__What the task requires__
Between the line containing "bool sameLine = shown.Length" and the line containing "left += SampleWidth + SampleGap;" lies a run of lines; give that run again exactly, with both of those lines, and nothing else from the entries below.

Dataset records:
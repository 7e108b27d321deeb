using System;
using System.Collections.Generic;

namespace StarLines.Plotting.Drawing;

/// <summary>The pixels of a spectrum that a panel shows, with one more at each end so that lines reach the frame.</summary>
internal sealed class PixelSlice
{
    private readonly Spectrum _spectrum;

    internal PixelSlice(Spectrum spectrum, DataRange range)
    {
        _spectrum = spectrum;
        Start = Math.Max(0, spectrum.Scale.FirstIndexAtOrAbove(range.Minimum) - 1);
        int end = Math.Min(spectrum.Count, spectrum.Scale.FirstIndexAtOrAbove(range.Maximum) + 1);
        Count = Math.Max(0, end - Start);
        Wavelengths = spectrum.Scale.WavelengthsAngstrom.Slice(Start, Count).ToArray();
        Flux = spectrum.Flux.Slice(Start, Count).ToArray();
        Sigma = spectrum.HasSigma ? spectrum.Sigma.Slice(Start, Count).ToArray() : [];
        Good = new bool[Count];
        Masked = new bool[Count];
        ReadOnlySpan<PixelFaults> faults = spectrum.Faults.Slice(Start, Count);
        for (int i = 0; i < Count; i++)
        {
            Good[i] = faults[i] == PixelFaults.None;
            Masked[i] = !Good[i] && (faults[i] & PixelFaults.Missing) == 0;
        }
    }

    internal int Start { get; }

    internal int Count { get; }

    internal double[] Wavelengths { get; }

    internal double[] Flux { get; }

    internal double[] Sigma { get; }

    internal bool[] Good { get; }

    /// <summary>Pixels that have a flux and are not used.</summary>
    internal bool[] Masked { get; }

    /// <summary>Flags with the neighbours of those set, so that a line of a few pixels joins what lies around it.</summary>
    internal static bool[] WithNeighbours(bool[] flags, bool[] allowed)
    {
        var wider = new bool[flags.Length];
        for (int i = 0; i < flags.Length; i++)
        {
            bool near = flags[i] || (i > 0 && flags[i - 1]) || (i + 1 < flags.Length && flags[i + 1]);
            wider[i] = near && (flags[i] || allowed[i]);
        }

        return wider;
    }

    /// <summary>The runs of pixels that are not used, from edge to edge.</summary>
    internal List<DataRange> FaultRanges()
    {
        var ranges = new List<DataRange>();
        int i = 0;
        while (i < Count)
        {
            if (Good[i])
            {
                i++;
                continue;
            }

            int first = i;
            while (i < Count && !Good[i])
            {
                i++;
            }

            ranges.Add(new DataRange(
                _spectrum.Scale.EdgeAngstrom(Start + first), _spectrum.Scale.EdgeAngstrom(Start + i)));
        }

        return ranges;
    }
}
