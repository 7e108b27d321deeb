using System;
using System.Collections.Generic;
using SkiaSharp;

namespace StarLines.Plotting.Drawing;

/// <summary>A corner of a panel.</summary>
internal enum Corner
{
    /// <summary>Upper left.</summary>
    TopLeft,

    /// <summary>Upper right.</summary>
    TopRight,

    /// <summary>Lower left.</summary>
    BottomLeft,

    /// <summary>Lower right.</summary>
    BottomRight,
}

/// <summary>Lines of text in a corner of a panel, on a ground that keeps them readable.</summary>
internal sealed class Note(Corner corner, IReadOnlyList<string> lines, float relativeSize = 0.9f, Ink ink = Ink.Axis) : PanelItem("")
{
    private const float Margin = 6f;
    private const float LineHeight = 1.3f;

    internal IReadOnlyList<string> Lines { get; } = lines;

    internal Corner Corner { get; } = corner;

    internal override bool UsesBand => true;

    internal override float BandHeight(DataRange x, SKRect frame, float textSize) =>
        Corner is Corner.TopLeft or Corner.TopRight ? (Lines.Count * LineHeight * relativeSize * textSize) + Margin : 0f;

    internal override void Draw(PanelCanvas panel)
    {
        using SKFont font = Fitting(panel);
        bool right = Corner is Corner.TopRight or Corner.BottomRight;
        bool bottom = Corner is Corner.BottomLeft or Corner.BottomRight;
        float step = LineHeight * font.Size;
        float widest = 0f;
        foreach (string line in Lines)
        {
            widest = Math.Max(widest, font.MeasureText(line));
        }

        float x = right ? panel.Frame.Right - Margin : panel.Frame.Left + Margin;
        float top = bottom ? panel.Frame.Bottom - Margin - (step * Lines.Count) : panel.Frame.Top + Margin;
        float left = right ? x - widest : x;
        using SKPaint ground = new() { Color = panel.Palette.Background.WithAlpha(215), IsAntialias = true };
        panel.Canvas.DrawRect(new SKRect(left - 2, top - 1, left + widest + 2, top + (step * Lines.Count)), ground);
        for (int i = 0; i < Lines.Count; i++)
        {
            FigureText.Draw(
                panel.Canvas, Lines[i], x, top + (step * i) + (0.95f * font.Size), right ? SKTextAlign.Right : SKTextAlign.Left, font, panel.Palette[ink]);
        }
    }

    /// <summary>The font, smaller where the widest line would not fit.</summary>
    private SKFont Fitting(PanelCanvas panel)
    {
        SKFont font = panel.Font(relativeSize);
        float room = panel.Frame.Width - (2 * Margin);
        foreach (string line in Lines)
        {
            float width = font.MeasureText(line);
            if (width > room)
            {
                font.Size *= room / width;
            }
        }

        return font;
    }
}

* * *

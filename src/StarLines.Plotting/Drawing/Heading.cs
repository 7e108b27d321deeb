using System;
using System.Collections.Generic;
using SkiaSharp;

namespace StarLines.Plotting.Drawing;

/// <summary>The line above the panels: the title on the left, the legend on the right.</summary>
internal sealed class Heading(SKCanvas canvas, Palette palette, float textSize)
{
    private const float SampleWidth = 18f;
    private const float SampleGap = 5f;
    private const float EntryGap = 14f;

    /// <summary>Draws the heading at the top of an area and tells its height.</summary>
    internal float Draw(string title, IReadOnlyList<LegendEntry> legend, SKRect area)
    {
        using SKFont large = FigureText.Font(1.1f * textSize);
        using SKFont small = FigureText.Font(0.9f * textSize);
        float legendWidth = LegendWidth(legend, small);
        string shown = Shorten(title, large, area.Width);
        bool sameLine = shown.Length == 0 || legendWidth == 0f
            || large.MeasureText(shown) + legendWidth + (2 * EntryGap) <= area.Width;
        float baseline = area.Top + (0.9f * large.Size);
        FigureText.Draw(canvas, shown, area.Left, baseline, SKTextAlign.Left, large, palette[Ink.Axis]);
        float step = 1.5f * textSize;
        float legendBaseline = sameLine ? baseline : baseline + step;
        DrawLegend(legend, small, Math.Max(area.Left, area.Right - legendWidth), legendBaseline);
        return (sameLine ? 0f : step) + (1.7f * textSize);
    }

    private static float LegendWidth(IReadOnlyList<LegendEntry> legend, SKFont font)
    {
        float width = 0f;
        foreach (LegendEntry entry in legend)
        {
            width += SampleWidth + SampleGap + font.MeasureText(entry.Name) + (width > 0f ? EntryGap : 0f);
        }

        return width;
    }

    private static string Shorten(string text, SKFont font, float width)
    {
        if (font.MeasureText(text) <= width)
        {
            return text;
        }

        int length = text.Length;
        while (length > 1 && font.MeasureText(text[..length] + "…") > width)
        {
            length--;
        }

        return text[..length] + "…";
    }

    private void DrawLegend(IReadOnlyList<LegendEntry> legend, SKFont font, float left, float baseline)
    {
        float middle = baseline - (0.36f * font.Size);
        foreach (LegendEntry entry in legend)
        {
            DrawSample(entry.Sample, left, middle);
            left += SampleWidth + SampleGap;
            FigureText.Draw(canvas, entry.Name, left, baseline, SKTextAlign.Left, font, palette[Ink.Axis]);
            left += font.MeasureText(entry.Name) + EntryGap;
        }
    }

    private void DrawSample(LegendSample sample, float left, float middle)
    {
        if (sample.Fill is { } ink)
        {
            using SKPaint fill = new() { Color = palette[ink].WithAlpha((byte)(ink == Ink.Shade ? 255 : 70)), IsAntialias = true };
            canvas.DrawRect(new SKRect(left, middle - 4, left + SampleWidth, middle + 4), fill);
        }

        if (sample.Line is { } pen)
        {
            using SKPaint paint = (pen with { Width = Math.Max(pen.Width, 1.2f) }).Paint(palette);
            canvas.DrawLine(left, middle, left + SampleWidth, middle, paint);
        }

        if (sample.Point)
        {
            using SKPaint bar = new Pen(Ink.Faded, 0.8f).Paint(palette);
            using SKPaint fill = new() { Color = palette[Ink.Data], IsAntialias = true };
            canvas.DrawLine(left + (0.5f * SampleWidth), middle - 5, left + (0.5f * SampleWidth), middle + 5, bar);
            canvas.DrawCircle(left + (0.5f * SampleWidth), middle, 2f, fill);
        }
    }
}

__Exercise response__
        bool sameLine = shown.Length == 0 || legendWidth == 0f
            || large.MeasureText(shown) + legendWidth + (2 * EntryGap) <= area.Width;
        float baseline = area.Top + (0.9f * large.Size);
        FigureText.Draw(canvas, shown, area.Left, baseline, SKTextAlign.Left, large, palette[Ink.Axis]);
        float step = 1.5f * textSize;
        float legendBaseline = sameLine ? baseline : baseline + step;
        DrawLegend(legend, small, Math.Max(area.Left, area.Right - legendWidth), legendBaseline);
        return (sameLine ? 0f : step) + (1.7f * textSize);
    }

    private static float LegendWidth(IReadOnlyList<LegendEntry> legend, SKFont font)
    {
        float width = 0f;
        foreach (LegendEntry entry in legend)
        {
            width += SampleWidth + SampleGap + font.MeasureText(entry.Name) + (width > 0f ? EntryGap : 0f);
        }

        return width;
    }

    private static string Shorten(string text, SKFont font, float width)
    {
        if (font.MeasureText(text) <= width)
        {
            return text;
        }

        int length = text.Length;
        while (length > 1 && font.MeasureText(text[..length] + "…") > width)
        {
            length--;
        }

        return text[..length] + "…";
    }

    private void DrawLegend(IReadOnlyList<LegendEntry> legend, SKFont font, float left, float baseline)
    {
        float middle = baseline - (0.36f * font.Size);
        foreach (LegendEntry entry in legend)
        {
            DrawSample(entry.Sample, left, middle);
            left += SampleWidth + SampleGap;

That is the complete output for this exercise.